M. Christian Bataille attire l'attention de Mme la secrétaire d'Etat au logement sur les inquiétudes exprimées par les réseaux associatifs au service de l'habitat quant à la définition de la décence du logement qui devrait être intégrée dans un décret d'application à paraître, relatif à la mise en oeuvre de la loi n° 2000-1208 du 13 décembre 2000 relative à la solidarité et au renouvellement urbains (SRU).

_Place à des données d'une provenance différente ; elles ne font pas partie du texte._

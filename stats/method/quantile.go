// Package method holds the statistical methods of Lotlens as plain
// functions, in the spirit of gonum's stat package: slices and numbers in,
// numbers (or small structs of numbers defined here) out. No report types,
// no sentences. Each function's doc comment names its published source.
// Where the data are decimals typed by the user, the functions that decide
// something on them (quantile positions, fences, the MAD, ties in rank
// tests) take exact values from package decimal or integer-valued input.
package method

import (
	"math"
	"math/big"
)

// QuantileDef is a sample quantile definition: types 1 to 9 of Hyndman and
// Fan (1996, "Sample quantiles in statistical packages", The American
// Statistician 50, 361-365), or Tukey's hinges (Tukey 1977, Exploratory
// Data Analysis) for the quartiles.
type QuantileDef int

// The definitions.
const (
	HF1 QuantileDef = iota + 1
	HF2
	HF3
	HF4
	HF5
	HF6
	HF7
	HF8
	HF9
	TukeyHinges
)

// Prob is a probability as an exact decimal fraction Num/Den (0.25 = 1/4,
// 0.00135 = 135/100000), so that no binary rounding of p moves a quantile
// to another order statistic.
type Prob struct{ Num, Den int64 }

// Float is p as a float64.
func (p Prob) Float() float64 { return float64(p.Num) / float64(p.Den) }

// QuantilePos says where a sample quantile of n ascending values x lies:
// x[Lo] + (GNum/GDen)·(x[Hi] - x[Lo]), 0-based indices, 0 <= GNum <= GDen.
// Every definition of Hyndman and Fan (1996) and Tukey's hinges has this
// form with a rational weight.
type QuantilePos struct {
	Lo, Hi     int
	GNum, GDen int64
}

// Float is the quantile of the ascending slice at pos in binary floating
// point.
func (pos QuantilePos) Float(sorted []float64) float64 {
	lo, hi := sorted[pos.Lo], sorted[pos.Hi]
	switch {
	case pos.GNum == 0 || lo == hi:
		return lo
	case pos.GNum == pos.GDen:
		return hi
	}
	h := float64(pos.GNum) / float64(pos.GDen)
	return (1-h)*lo + h*hi
}

// QuantileAt is the position of the sample quantile of definition def at
// probability p for n >= 1 values, computed exactly in rational arithmetic
// following the definitions of Hyndman and Fan (1996) as R's quantile()
// (R 4.2.2) writes them: for types 1-3 j = ⌊np + m⌋ (m = 0, 0, -1/2) with
// the weight 0, 1/2 or 1; for types 4-9 j = ⌊a + p(n + 1 - a - b)⌋ and the
// weight its fractional part, with (a, b) = (0, 1), (1/2, 1/2), (0, 0),
// (1, 1), (1/3, 1/3), (3/8, 3/8). Indices beyond the data are clamped to
// the first or last value. TukeyHinges gives the hinges at p = 1/4 and 3/4
// (R's fivenum()), the median at 1/2, and type 7 elsewhere.
func QuantileAt(n int, p Prob, def QuantileDef) QuantilePos {
	if n < 1 || p.Den <= 0 {
		return QuantilePos{GDen: 1}
	}
	if p.Num < 0 {
		p.Num = 0
	}
	if p.Num > p.Den {
		p.Num = p.Den
	}
	if def == TukeyHinges {
		r := new(big.Rat).SetFrac64(p.Num, p.Den)
		var d float64
		n4 := math.Floor(float64(n+3)/2) / 2
		switch {
		case r.Cmp(big.NewRat(1, 4)) == 0:
			d = n4
		case r.Cmp(big.NewRat(1, 2)) == 0:
			d = float64(n+1) / 2
		case r.Cmp(big.NewRat(3, 4)) == 0:
			d = float64(n+1) - n4
		default:
			return QuantileAt(n, p, HF7)
		}
		lo, hi := int(math.Floor(d))-1, int(math.Ceil(d))-1
		if lo == hi {
			return QuantilePos{Lo: lo, Hi: hi, GDen: 1}
		}
		return QuantilePos{Lo: lo, Hi: hi, GNum: 1, GDen: 2}
	}
	P := new(big.Rat).SetFrac64(p.Num, p.Den)
	N := new(big.Rat).SetInt64(int64(n))
	nppm := new(big.Rat)
	var gNum, gDen int64
	var j int64
	if def <= HF3 {
		nppm.Mul(N, P)
		if def == HF3 {
			nppm.Sub(nppm, big.NewRat(1, 2))
		}
		j = qntFloor(nppm)
		frac := new(big.Rat).Sub(nppm, new(big.Rat).SetInt64(j)).Sign() != 0
		gDen = 1
		switch def {
		case HF1:
			if frac {
				gNum = 1
			}
		case HF2:
			if frac {
				gNum = 1
			} else {
				gNum, gDen = 1, 2
			}
		default:
			if frac || j%2 != 0 {
				gNum = 1
			}
		}
	} else {
		var a, b *big.Rat
		switch def {
		case HF4:
			a, b = big.NewRat(0, 1), big.NewRat(1, 1)
		case HF5:
			a, b = big.NewRat(1, 2), big.NewRat(1, 2)
		case HF6:
			a, b = big.NewRat(0, 1), big.NewRat(0, 1)
		case HF8:
			a, b = big.NewRat(1, 3), big.NewRat(1, 3)
		case HF9:
			a, b = big.NewRat(3, 8), big.NewRat(3, 8)
		default:
			a, b = big.NewRat(1, 1), big.NewRat(1, 1)
		}
		// nppm = a + p (n + 1 - a - b)
		t := new(big.Rat).Add(N, big.NewRat(1, 1))
		t.Sub(t, a)
		t.Sub(t, b)
		nppm.Mul(P, t)
		nppm.Add(nppm, a)
		j = qntFloor(nppm)
		h := new(big.Rat).Sub(nppm, new(big.Rat).SetInt64(j))
		gNum, gDen = h.Num().Int64(), h.Denom().Int64()
	}
	// R: x padded with x[1] twice in front and x[n] twice behind; the
	// value is between the (1-based) order statistics j and j+1.
	clamp := func(k int64) int {
		if k < 1 {
			k = 1
		}
		if k > int64(n) {
			k = int64(n)
		}
		return int(k) - 1
	}
	lo, hi := clamp(j), clamp(j+1)
	if gNum == 0 || lo == hi {
		return QuantilePos{Lo: lo, Hi: lo, GDen: 1}
	}
	if gNum == gDen {
		return QuantilePos{Lo: hi, Hi: hi, GDen: 1}
	}
	return QuantilePos{Lo: lo, Hi: hi, GNum: gNum, GDen: gDen}
}

// qntFloor is ⌊r⌋.
func qntFloor(r *big.Rat) int64 {
	q, _ := new(big.Int).DivMod(r.Num(), r.Denom(), new(big.Int))
	return q.Int64()
}

// Quantile is sample quantile type def (HF1..HF9) of Hyndman and Fan
// (1996) at probability p of the ascending slice x (n >= 1) in binary
// floating point. It follows the arithmetic of R's quantile() (R 4.2.2)
// step by step, including its fuzz for types 4 to 9, so that results agree
// to the last bit where possible: the path for data that are not plain
// decimals. TukeyHinges gives Hinges at 1/4, 1/2, 3/4 and type 7 elsewhere.
func Quantile(x []float64, p float64, def QuantileDef) float64 {
	n := len(x)
	if n == 0 {
		return math.NaN()
	}
	t := int(def)
	if def == TukeyHinges {
		lo, m, hi := Hinges(x)
		switch p {
		case 0.25:
			return lo
		case 0.5:
			return m
		case 0.75:
			return hi
		}
		t = 7
	}
	p = math.Max(0, math.Min(1, p))
	// at(k) is x[k] with 1-based k clamped to [1, n] (R pads x at both ends)
	at := func(k float64) float64 {
		i := int(k) - 1
		if i < 0 {
			i = 0
		}
		if i > n-1 {
			i = n - 1
		}
		return x[i]
	}
	if t == 7 {
		index := 1 + float64(n-1)*p
		lo := math.Floor(index)
		hi := math.Ceil(index)
		q := at(lo)
		if index > lo && at(hi) != q {
			h := index - lo
			q = (1-h)*q + h*at(hi)
		}
		return q
	}
	var j, h float64
	if t <= 3 {
		nppm := float64(n) * p
		if t == 3 {
			nppm = float64(n)*p - 0.5
		}
		j = math.Floor(nppm)
		switch t {
		case 1:
			if nppm > j {
				h = 1
			}
		case 2:
			if nppm > j {
				h = 1
			} else {
				h = 0.5
			}
		case 3:
			if nppm != j || math.Mod(j, 2) == 1 || math.Mod(j, 2) == -1 {
				h = 1
			}
		}
	} else {
		var a, b float64
		switch t {
		case 4:
			a, b = 0, 1
		case 5:
			a, b = 0.5, 0.5
		case 6:
			a, b = 0, 0
		case 8:
			a, b = 1.0/3, 1.0/3
		case 9:
			a, b = 3.0/8, 3.0/8
		default:
			a, b = 1, 1
		}
		const fuzz = 4 * 2.220446049250313e-16
		nppm := a + p*(float64(n)+1-a-b)
		j = math.Floor(nppm + fuzz)
		h = nppm - j
		if math.Abs(h) < fuzz {
			h = 0
		}
	}
	// R: x <- c(x[1], x[1], x, x[n], x[n]); qs <- x[j+2]; x[j+3] when h == 1
	lo := at(j)
	hi := at(j + 1)
	if h == 1 {
		return hi
	}
	if h > 0 && h < 1 && lo != hi {
		return (1-h)*lo + h*hi
	}
	return lo
}

// Hinges are Tukey's (1977) lower hinge, median and upper hinge, computed
// as R's fivenum() does (R 4.2.2).
func Hinges(x []float64) (lo, med, hi float64) {
	n := len(x)
	if n == 0 {
		return math.NaN(), math.NaN(), math.NaN()
	}
	n4 := math.Floor(float64(n+3)/2) / 2
	d := [3]float64{n4, float64(n+1) / 2, float64(n+1) - n4}
	var out [3]float64
	for i, v := range d {
		out[i] = 0.5 * (x[int(math.Floor(v))-1] + x[int(math.Ceil(v))-1])
	}
	return out[0], out[1], out[2]
}

// MedianPos is the position of the usual sample median of the ascending slice: the middle
// value, or the mean of the two middle values for even n (the (n+1)/2-th
// order statistic; Hyndman-Fan types 2, 5, 6, 7, 8 and 9 and Tukey's
// hinges all agree with it, types 1, 3 and 4 take the lower middle value).
func MedianPos(n int) QuantilePos {
	if n%2 == 1 || n == 0 {
		return QuantilePos{Lo: n / 2, Hi: n / 2, GDen: 1}
	}
	return QuantilePos{Lo: n/2 - 1, Hi: n / 2, GNum: 1, GDen: 2}
}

Ce projet de rédaction semble, dans l'état actuel, ne pas changer fondamentalement la donne en matière de définition de l'habitat décent, et se situer, par certains aspects, en deçà des réglementations existantes de santé publique. Si le lien de cause à effet entre l'insalubrité et la décence est établi, certaines dispositions prévues par ce décret reviennent à tolérer des conditions de logement peu sûres. Par exemple, on ne peut pas prétendre définir la décence d'une pièce isolée et d'un logement sans préciser la surface et la hauteur sous plafond correspondant au moins aux bases légales imposées aux lots de propriétés. De même, l'obligation d'équiper les logements d'un point d'eau chaude ne compense pas l'absence de ces équipements et d'installations de base. La garantie du droit au logement décent reste essentielle pour que le logement soit réellement conforme à l'usage d'habitation. Il lui demande s'il entend améliorer le projet de décret susvisé et tenir compte des propositions avancées par le Conseil national de l'habitat.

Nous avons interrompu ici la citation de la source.